Find graphs with broken parent/child relationship

Hi there. Trying to formalize my issue and find the direction to the solution.

I have many graphs of parent/child relationships.

In a VALID graph:

  1. Child node has only one parent (HAS_PARENT relation)
  2. Parent node can have multiple children (HAS_CHILDS relation)
  3. Parent node has HAS_CHILD out and HAS_PARENT in relation pairs to the same child node
  4. Child has relations HAS_PARENT (out) and HAS_CHILD (in) pair relation from/to the same parent node
  5. Childs cannot be connected to another child
  6. Parent cannot be connected to another parent
  7. There should be only 1 level of relationship between parent and child nodes.

Not sure I did define the graph in a way it can be formalized. The idea is to find not valid graphs, and it looks like defining a valid graph is easier than defining an invalid one (because there can be many combinations of invalid relations).

I'll try to show it in the picture.

for the spanning tree by some property (account in that case)

MATCH (p:Listing {accountId: '.......'})
CALL apoc.path.spanningTree(p, {
    minLevel: 1,
    maxLevel: 5
})
YIELD path
RETURN path;


Asking for direction how can I detect invalid graphs. I was thinking about taking the spanning-tree query result, and programmatically iterating the nodes and checking for the constraints. for example:

  1. Finding the parent (where all his out relation are has_child and all the in relations are has_parent), and the
    If no such node, the graph is invalid
  2. For all other nodes, check if it has has_parent/has_child pair relation to the parent node, and no another relations.

But maybe there is a simpler solution just by using query only, or another by a transformation of the graph representation to be known problem with well know algorithm (kruskal, Dijkstra, whatever).

P.S.
Thanks!

Hello @spaizadv :slight_smile:

Do you have one graph by database of several graphs in the same database?

What I would do is write as many queries for each check to do, then apply those queries to each graph.

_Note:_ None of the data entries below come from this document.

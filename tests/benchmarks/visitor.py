"""A visitor whose browser is another machine's: drags a slider over the page's own connection and paints nothing.

``python tests/benchmarks/visitor.py URL`` speaks the page's protocol (Bokeh's, over one websocket) at the pace of the page's
own script: a move every 40 ms as long as the ones before were answered, "painted" a little after each parcel. It ends with
its standard input.
"""

import asyncio
import json
import re
import sys
import time
from urllib.request import urlopen

from tornado.httpclient import HTTPRequest
from tornado.websocket import websocket_connect

PAINT, EVERY = 0.06, 0.04      # s
GROUP, FIELD = "geometry", "frame_radius"


class Visitor:
    """One connection."""

    def __init__(self, url):
        self.url, self.n, self.answered, self.parcels = url, 0, True, 0
        self.writing = asyncio.Lock()

    async def run(self):
        """Connect, pull the document, drag until cancelled."""
        token = re.search(r'"token":"([^"]+)"', urlopen(self.url).read().decode()).group(1)   # the page's own address
        request = HTTPRequest(self.url.replace("http", "ws", 1) + "ws", headers={"Origin": self.url.rstrip("/")})
        self.socket = await websocket_connect(request, subprotocols=["bokeh", token], max_message_size=2**26)
        await self._message()
        await self._send("PULL-DOC-REQ", {})
        content = None
        while content is None or "doc" not in content:
            content = await self._message()
        self.ids = {name: re.search(r'"id":"(p\d+)","attributes":\{[^{}]*"name":"' + name + '"', content_text(content)).group(1)
                    for name in ("asked", "answers", "parcel")}
        ready = {"kind": "MessageSent", "msg_type": "bokeh_event",
                 "msg_data": {"type": "event", "name": "document_ready", "values": {"type": "map", "entries": []}}}
        await self._send("PATCH-DOC", {"events": [ready]})
        await asyncio.gather(self._hear(), self._drag())

    async def _drag(self):
        position = 0
        while True:
            await asyncio.sleep(EVERY)
            if self.answered:
                self.answered, self.n = False, self.n + 1
                position = 0.4 + 0.002*abs(self.n % 40 - 20)
                move = {"group": GROUP, "name": FIELD, "n": self.n,
                        "place": self.low + position*(self.high - self.low), "released": False}
                await self._ask({"moves": [move]})

    async def _hear(self):
        while True:
            content = await self._message()
            for event in content.get("events", []):
                source = event.get("model", {}).get("id")
                if source == self.ids["answers"]:
                    self.answered = True
                elif source == self.ids["parcel"]:
                    self.parcels += 1
                    count = dict(event["new"]["entries"])["count"][0]
                    asyncio.get_running_loop().call_later(PAINT, self._paint, count)

    def _paint(self, count):
        self.painting = asyncio.ensure_future(self._ask({"painted": count}))

    async def _ask(self, words):
        data = {"type": "map", "entries": [["json", [json.dumps(words)]], ["count", [f"{time.monotonic()}"]]]}
        event = {"kind": "ModelChanged", "model": {"id": self.ids["asked"]}, "attr": "data", "new": data}
        await self._send("PATCH-DOC", {"events": [event]})

    async def _send(self, kind, content):
        header = {"msgid": f"v{time.monotonic_ns()}", "msgtype": kind}
        async with self.writing:          # the three frames of a message stay together
            for part in (header, {}, content):
                await self.socket.write_message(json.dumps(part))

    async def _message(self):
        """Content of the next message; its buffers are left unread."""
        header = json.loads(await self._frame())
        await self._frame()
        content = json.loads(await self._frame())
        for _ in range(2*header.get("num_buffers", 0)):
            await self._frame()
        return content

    async def _frame(self):
        frame = await self.socket.read_message()
        if frame is None:
            raise ConnectionError("the page closed the connection")
        return frame


def content_text(content):
    """The document's JSON without spaces."""
    return json.dumps(content, separators=(",", ":"))


async def main(url):
    """Drag until the standard input ends; say how many results came."""
    visitor = Visitor(url)
    visitor.low, visitor.high = 0.0, 1e4         # of every slider
    dragging = asyncio.ensure_future(visitor.run())
    reading = asyncio.get_running_loop().run_in_executor(None, sys.stdin.read)
    begun = time.monotonic()
    await asyncio.wait([dragging, asyncio.ensure_future(reading)], return_when=asyncio.FIRST_COMPLETED)
    if dragging.done():
        dragging.result()
    print(f"{visitor.parcels/(time.monotonic() - begun):.1f} results a second", flush=True)
    dragging.cancel()


if __name__ == "__main__":
    asyncio.run(main(sys.argv[1]))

I think it would be more efficient.

Regards,
Cobra

I agree with @Cobra. You can write individual queries to detect each of the invalid conditions you enumerated above. You can add remediate steps to each script since you will know the specific invalid condition that script is addressing.

As an example using the scenario you highlighted in your screenshot, you are looking for a node that has more than one incoming HAS_CHILD relationships. This represents a node with multiple parents.

match(n)<-[:HAS_CHILD]-(m)
with n, count(m) as noOfParents
where noOfParents > 1
return n

Based on your model, a node can also have multiple parents if it has more than one outgoing HAS_PARENT relationship, which is invalid. You can write a query to detect this relation as well.

Write a script for each invalid scenario.

Btw, if you want to create one query that identifies all invalid scenarios to give you a consolidated report, you can string them together using the UNION clause. The example below shows two; add as many as needed.

Call {
match(n)<-[:HAS_CHILD]-(m)
with n, count(m) as noOfParents
where noOfParents > 1
return id(n) as id , ‘multiple incoming HAS_CHILD relationships’ as cause
UNION
match(m)<-[:HAS_PARENT]-(n)
with n, count(m) as noOfParents
where noOfParents > 1
return id(n) as id , ‘multiple outgoing HAS_PARENT relationships’ as cause
}
return id, cause

Thanks. I could write conditions per case even without Neo4J. This is what I'm trying to avoid. There are much more "invalid" cases than "valid" cases.

In my head I looks like define some rules for valid case, and then just do A-B where A is a set of allgraphs and B is set of valid graphs.